== EXTRACTED INFORMATION
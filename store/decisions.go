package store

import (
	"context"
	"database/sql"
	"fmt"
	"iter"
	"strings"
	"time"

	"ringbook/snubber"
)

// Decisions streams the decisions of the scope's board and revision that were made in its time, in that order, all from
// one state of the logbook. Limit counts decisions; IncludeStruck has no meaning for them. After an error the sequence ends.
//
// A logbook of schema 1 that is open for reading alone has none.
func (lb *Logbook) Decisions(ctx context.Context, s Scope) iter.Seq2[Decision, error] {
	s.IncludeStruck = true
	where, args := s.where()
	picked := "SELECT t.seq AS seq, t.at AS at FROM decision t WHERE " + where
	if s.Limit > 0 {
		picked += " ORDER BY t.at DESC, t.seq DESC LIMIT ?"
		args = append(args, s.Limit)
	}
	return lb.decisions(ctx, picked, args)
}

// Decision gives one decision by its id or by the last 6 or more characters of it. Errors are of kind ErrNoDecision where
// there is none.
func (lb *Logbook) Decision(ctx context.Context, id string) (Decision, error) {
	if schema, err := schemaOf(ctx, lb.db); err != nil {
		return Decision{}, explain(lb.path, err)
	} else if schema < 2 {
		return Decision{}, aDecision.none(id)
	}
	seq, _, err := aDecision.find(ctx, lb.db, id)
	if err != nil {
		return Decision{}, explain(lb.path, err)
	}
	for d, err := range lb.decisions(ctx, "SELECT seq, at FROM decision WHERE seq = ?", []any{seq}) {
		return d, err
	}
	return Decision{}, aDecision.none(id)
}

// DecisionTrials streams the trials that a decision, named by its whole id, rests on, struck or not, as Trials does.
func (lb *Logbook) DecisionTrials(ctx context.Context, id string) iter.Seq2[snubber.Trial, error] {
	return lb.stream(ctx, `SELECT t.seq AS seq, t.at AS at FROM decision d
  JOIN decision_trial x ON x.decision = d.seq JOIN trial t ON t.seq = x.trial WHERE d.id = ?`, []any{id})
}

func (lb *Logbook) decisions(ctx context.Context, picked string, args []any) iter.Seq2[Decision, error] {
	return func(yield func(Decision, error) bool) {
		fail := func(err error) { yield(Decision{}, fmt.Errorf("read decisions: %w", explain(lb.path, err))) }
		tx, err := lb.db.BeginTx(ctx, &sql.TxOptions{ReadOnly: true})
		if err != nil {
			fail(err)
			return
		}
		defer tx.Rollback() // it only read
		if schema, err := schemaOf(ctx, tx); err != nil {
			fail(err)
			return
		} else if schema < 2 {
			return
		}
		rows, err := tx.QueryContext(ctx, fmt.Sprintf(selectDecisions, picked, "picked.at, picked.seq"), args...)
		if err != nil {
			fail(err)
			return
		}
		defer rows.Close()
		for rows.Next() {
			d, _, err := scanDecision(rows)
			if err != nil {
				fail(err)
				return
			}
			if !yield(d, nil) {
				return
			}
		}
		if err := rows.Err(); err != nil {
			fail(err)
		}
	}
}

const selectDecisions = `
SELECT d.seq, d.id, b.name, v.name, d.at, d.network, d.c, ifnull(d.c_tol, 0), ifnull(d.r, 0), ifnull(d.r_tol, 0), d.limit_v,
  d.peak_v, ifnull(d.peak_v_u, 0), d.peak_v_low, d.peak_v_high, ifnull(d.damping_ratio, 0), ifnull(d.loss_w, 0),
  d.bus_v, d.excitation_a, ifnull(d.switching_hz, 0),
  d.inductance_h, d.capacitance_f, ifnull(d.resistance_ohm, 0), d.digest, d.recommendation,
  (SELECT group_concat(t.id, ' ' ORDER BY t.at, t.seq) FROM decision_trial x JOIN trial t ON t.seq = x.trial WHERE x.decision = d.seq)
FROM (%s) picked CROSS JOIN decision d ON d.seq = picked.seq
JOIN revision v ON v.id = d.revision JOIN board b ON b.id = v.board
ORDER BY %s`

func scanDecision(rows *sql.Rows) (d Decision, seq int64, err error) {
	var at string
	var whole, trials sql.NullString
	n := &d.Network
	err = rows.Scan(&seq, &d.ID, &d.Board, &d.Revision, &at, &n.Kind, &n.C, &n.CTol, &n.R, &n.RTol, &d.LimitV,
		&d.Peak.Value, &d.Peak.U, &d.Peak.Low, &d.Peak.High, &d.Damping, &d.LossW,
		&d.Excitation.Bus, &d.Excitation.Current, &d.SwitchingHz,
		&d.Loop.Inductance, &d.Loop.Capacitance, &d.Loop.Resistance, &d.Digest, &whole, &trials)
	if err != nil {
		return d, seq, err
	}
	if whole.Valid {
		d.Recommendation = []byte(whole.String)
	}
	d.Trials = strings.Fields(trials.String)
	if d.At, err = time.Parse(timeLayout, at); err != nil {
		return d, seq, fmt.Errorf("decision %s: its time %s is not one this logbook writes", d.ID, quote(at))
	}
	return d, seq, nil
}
====
== EXTRACTED INFORMATION
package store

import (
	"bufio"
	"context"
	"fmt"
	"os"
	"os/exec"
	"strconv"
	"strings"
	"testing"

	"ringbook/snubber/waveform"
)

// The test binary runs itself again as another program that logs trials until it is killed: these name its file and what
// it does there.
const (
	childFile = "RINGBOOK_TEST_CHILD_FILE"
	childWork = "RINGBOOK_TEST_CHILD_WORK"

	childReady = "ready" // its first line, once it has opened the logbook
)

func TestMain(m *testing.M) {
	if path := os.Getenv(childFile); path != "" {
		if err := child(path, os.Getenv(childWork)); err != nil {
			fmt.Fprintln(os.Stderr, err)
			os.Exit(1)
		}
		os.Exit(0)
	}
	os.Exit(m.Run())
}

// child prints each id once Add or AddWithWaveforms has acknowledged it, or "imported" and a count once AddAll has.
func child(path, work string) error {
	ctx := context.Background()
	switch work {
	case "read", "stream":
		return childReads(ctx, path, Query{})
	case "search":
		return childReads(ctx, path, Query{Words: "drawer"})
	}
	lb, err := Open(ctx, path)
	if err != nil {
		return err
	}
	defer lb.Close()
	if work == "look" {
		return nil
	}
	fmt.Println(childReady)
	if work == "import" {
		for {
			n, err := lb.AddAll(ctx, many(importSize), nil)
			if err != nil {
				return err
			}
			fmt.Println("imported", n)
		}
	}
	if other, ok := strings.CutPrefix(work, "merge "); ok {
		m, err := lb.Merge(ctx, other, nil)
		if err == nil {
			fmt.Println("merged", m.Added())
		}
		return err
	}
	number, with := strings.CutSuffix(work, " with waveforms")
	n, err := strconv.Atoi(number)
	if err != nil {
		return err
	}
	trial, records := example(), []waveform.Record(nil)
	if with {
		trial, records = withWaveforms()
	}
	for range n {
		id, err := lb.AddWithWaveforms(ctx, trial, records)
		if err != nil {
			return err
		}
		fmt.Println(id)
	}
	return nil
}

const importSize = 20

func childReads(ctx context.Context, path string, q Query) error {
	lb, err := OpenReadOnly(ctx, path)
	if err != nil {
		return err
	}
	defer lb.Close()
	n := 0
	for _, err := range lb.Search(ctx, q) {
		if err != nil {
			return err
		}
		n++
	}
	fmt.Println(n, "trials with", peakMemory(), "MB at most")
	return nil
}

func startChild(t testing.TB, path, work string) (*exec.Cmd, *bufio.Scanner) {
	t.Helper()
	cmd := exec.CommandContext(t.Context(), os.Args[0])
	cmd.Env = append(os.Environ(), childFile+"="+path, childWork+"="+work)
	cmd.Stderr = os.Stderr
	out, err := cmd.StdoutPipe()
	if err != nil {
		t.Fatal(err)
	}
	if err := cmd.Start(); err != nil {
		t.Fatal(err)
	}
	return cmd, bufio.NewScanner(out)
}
====
== EXTRACTED INFORMATION
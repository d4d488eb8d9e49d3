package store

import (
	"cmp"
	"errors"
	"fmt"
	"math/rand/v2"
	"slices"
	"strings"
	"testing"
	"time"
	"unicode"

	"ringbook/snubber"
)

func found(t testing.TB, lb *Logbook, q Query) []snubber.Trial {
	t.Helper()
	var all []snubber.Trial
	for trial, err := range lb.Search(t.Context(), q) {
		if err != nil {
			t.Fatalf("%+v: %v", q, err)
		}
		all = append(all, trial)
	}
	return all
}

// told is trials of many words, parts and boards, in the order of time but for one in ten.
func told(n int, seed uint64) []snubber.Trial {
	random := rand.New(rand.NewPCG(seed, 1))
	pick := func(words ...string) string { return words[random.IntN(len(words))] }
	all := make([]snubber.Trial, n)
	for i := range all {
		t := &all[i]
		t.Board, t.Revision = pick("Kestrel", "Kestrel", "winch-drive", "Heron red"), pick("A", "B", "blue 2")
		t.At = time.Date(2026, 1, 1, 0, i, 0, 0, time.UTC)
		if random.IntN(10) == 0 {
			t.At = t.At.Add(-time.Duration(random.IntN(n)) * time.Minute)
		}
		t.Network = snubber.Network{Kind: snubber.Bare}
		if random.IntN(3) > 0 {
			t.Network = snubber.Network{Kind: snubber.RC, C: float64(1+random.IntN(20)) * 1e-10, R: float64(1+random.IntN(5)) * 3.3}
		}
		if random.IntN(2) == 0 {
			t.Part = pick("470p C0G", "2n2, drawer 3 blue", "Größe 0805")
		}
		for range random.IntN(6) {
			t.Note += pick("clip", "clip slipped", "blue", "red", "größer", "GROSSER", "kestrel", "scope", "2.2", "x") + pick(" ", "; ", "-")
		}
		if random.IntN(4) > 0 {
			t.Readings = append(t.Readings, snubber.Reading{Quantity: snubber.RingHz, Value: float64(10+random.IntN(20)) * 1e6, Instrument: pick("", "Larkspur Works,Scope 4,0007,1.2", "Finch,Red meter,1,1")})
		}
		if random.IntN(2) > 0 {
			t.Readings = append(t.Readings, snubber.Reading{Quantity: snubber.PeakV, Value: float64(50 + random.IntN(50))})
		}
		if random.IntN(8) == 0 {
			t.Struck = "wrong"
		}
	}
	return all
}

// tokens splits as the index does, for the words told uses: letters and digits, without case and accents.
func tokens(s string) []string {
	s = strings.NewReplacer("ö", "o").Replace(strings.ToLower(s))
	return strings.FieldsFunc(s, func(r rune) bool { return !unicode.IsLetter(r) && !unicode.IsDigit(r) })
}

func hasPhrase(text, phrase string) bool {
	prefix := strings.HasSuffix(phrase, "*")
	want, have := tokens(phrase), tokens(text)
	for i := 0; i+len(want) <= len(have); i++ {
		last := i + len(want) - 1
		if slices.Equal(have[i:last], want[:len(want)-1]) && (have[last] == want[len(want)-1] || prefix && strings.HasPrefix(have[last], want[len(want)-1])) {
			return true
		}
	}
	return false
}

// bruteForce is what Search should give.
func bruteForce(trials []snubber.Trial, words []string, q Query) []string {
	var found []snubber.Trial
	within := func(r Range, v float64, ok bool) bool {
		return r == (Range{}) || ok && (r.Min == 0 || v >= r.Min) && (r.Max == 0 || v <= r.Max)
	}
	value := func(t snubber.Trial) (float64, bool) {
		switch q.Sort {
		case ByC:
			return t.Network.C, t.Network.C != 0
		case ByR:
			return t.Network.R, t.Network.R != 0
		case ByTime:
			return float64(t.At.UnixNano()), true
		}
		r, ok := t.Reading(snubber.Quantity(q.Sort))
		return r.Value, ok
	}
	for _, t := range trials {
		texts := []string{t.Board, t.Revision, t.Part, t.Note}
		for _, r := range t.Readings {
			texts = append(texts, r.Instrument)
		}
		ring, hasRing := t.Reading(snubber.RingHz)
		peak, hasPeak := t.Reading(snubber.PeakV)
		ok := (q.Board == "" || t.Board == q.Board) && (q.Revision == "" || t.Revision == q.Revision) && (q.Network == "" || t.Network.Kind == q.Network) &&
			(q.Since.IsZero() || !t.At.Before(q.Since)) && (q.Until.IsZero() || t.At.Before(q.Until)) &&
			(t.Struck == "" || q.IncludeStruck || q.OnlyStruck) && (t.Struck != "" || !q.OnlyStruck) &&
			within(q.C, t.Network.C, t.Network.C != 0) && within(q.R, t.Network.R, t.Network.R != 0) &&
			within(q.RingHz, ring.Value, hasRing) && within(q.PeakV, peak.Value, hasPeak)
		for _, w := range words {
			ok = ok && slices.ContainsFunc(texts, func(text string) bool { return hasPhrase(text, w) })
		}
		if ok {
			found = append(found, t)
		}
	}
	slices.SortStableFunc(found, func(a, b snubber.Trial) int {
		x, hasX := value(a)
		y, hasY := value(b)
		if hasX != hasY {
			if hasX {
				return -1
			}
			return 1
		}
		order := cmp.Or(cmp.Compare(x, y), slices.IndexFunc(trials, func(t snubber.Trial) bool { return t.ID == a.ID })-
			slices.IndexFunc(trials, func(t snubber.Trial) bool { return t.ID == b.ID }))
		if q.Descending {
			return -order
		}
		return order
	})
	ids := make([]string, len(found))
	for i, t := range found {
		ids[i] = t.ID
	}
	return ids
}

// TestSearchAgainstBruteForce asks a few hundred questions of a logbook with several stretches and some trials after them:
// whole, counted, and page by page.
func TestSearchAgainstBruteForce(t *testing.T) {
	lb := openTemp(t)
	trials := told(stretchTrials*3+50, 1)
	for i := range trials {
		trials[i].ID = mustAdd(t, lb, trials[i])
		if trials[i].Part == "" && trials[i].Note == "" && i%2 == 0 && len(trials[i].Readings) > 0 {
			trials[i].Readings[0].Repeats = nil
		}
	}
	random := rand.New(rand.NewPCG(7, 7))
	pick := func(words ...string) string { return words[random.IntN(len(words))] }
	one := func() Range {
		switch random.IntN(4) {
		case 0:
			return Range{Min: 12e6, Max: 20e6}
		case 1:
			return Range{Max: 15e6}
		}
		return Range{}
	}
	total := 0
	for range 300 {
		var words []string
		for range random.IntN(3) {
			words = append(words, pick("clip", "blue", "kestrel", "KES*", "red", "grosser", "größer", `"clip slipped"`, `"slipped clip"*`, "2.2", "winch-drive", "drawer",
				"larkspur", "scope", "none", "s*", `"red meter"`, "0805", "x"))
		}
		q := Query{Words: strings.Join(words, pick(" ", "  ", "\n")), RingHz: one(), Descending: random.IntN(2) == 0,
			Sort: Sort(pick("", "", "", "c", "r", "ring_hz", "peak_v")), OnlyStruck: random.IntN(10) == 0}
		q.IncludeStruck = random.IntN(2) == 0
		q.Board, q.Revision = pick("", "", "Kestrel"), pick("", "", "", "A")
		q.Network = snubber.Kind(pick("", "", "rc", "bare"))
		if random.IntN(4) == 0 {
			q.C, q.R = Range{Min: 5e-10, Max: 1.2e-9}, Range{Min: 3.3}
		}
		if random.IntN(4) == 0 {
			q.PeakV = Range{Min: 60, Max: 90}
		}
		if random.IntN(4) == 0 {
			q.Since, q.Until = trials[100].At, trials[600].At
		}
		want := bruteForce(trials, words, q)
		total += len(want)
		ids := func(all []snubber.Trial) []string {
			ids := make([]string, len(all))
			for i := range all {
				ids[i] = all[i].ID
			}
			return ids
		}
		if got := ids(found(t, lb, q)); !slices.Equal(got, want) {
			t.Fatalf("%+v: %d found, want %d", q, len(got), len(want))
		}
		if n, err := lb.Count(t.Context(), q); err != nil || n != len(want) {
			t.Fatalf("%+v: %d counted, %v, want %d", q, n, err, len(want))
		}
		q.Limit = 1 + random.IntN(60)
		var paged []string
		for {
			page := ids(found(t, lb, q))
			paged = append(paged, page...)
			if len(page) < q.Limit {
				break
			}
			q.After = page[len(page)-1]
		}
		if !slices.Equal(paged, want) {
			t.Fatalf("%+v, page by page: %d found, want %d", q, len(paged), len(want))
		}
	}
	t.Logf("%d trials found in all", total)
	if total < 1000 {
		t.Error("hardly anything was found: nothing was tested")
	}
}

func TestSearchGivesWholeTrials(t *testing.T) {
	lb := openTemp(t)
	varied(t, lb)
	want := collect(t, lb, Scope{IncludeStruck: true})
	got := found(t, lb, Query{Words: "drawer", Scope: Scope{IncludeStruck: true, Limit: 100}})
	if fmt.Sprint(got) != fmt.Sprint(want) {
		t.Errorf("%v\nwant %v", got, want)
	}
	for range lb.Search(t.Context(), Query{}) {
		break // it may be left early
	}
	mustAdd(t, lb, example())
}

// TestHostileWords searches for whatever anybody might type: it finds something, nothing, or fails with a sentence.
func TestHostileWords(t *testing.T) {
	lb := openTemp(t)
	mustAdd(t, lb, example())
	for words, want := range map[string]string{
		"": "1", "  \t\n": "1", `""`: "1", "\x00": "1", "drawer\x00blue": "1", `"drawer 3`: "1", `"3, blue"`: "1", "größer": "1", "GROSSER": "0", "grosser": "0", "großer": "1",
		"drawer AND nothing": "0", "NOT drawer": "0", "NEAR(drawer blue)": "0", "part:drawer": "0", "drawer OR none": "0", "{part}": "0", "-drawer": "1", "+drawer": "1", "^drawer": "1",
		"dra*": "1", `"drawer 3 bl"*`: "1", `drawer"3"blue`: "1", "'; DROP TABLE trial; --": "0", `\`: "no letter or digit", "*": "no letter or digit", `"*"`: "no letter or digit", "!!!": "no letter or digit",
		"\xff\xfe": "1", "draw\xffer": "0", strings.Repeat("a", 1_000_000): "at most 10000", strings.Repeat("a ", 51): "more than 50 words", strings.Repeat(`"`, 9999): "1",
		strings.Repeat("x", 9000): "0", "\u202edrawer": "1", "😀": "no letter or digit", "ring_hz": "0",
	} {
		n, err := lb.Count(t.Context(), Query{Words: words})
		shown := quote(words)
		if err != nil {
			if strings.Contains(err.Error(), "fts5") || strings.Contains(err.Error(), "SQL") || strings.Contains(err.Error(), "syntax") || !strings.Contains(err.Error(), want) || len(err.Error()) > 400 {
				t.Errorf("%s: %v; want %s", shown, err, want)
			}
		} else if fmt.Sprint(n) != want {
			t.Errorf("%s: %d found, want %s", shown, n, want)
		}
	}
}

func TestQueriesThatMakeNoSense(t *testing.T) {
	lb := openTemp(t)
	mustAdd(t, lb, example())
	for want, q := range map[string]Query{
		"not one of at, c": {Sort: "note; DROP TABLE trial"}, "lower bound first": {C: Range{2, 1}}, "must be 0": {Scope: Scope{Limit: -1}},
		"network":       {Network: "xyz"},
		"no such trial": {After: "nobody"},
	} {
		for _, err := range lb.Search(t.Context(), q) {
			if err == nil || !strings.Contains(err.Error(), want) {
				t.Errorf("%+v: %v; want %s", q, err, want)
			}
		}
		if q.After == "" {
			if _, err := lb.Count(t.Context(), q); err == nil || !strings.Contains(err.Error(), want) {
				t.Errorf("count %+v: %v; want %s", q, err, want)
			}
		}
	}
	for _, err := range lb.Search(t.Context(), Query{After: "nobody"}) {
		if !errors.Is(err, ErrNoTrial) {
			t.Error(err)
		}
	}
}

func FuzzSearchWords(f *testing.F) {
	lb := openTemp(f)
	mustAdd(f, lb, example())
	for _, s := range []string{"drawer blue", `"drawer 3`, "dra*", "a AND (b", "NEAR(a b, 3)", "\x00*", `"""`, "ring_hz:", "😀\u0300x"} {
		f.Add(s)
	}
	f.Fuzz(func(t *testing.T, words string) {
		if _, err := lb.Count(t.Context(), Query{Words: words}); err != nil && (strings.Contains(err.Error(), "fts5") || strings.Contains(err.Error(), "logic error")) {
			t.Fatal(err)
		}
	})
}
====
TASK STATEMENT
In the entries above, the lines between the one holding "shown := quote(words)" and the one holding "if err == nil ||", inclusive, are to be printed exactly as written, and those alone.

OUTPUT
		shown := quote(words)
		if err != nil {
			if strings.Contains(err.Error(), "fts5") || strings.Contains(err.Error(), "SQL") || strings.Contains(err.Error(), "syntax") || !strings.Contains(err.Error(), want) || len(err.Error()) > 400 {
				t.Errorf("%s: %v; want %s", shown, err, want)
			}
		} else if fmt.Sprint(n) != want {
			t.Errorf("%s: %d found, want %s", shown, n, want)
		}
	}
}

func TestQueriesThatMakeNoSense(t *testing.T) {
	lb := openTemp(t)
	mustAdd(t, lb, example())
	for want, q := range map[string]Query{
		"not one of at, c": {Sort: "note; DROP TABLE trial"}, "lower bound first": {C: Range{2, 1}}, "must be 0": {Scope: Scope{Limit: -1}},
		"network":       {Network: "xyz"},
		"no such trial": {After: "nobody"},
	} {
		for _, err := range lb.Search(t.Context(), q) {
			if err == nil || !strings.Contains(err.Error(), want) {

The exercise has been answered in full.